- Assignment: Indicate only the number of lines in the listing below in which the word "matrix" appears.

- Given records:
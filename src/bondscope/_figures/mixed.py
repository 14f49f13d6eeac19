"""Mixed-state figure: the physical state's S_2 and I_2 along the chain beside the cut
entropy of the stored form (purification before and after disentangling, or the
operator-space entropy of a density matrix)."""

import numpy as np

from .._docs import filled
from .._errors import CheckpointError
from .._options import ProfileOptions
from .._text import entropy_unit
from ._gather import collect
from ._names import visible
from ._style import curve_look, cut_label, marker_size, new_figure, style

__all__ = ["mixed_figure", "is_mixed"]

# physical panel: field, label, line style
_PHYSICAL = (("renyi2_left", "S_2(A)", "-"), ("mutual_information_2", "I_2(A:B)", "--"))


def is_mixed(profile):
    """True for a profile with the mixed-state fields (density-matrix or purified)."""
    return bool(profile.cuts) and "renyi2_left" in profile.cuts[0]


def _band(ax, x, y, err, colour):
    """A shaded error band where the error bound is visible at all."""
    if np.nanmax(err) > 1e-3 * max(np.nanmax(np.abs(y)), 1e-12):
        ax.fill_between(x, y - err, y + err, color=colour, alpha=0.2, linewidth=0)


@filled
def mixed_figure(sources, *, title=None, options=None, **profiling):
    """S_2 and I_2 of the physical state, and the stored form's cut entropy, along the chain.

    Parameters
    ----------
    sources : source or list of sources
        Profiles of density-matrix or purified checkpoints, or such
        checkpoints (profiled with the profiling options; add
        ``disentangle=True`` for the disentangled curve of a purification).
    title : str, optional
        Figure title (default "Mixed state along the chain"; "" for none).
    %(profiling)s

    %(figure_returns)s

    Raises
    ------
    CheckpointError
        A source is a pure state (its profile has no ``renyi2_left``).

    Notes
    -----
    Left panel: S_2(A) = -ln Tr rho_A^2 of the block left of each cut and the
    Rényi-2 mutual information I_2 = S_2(A) + S_2(B) - S_2(AB), with their
    error bounds shaded where visible.  Right panel: for a purification its
    own cut entropy (solid) and, when present, after disentangling (dashed),
    with I_2/2 dotted for scale (the disentangled value bounds the
    entanglement of purification, which is at least half the von Neumann
    mutual information; Terhal et al., J. Math. Phys. 43, 4286 (2002)); for
    a density matrix the operator-space entropy of rho/||rho||_2.
    """
    entries = collect(sources, options=ProfileOptions.from_kwargs(options, **profiling))
    with style():
        fig = new_figure(9.6, 4.0)
        physical, stored = fig.subplots(1, 2, sharex=True)
        for i, entry in enumerate(entries):
            prof = entry.profile
            if not is_mixed(prof):
                raise CheckpointError(f"{visible(entry.origin or entry.label)}: not a mixed "
                                      "state (no renyi2_left); the mixed figure needs a "
                                      "density-matrix or purified checkpoint")
            look = curve_look(i, len(entries))
            colour = look["color"]
            x = prof.positions
            size = marker_size(len(x))
            name = f" ({entry.text})" if len(entries) > 1 else ""
            for field, label, dash in _PHYSICAL:
                y = prof.column(field)
                err = prof.column("renyi2_error" if field == "renyi2_left"
                                  else "mutual_information_2_error")
                physical.plot(x, y, linestyle=dash, color=colour, marker=look["marker"],
                              markersize=size if dash == "-" else 0, label=label + name)
                _band(physical, x, y, err, colour)
            own = "purification S" if prof.kind == "purified" else "operator-space S"
            stored.plot(x, prof.entropies, color=colour, marker=look["marker"],
                        markersize=size, label=own + name)
            if "disentangled_entropy" in prof.cuts[0]:
                stored.plot(x, prof.column("disentangled_entropy"), linestyle="--",
                            color=colour, marker=look["marker"], markersize=size,
                            markerfacecolor="none", label="after disentangling" + name)
            if prof.kind == "purified":
                stored.plot(x, prof.column("mutual_information_2") / 2, linestyle=":",
                            color=colour, label="I_2/2" + name)
        unit = entropy_unit(entries[0].profile.log_base)
        physical.set_ylabel(f"physical state ({unit})")
        stored.set_ylabel(f"stored form's cut entropy ({unit})")
        for ax in (physical, stored):
            cut_label(ax)
            ax.legend(fontsize=8, frameon=False)
        physical.set_title("Rényi-2 of the physical state", fontsize=10)
        stored.set_title("cut entropy of the stored form", fontsize=10)
        if title is None:
            title = "Mixed state along the chain"
        if title:
            fig.suptitle(title)
        return fig


DRAW = mixed_figure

- Response to this task: 5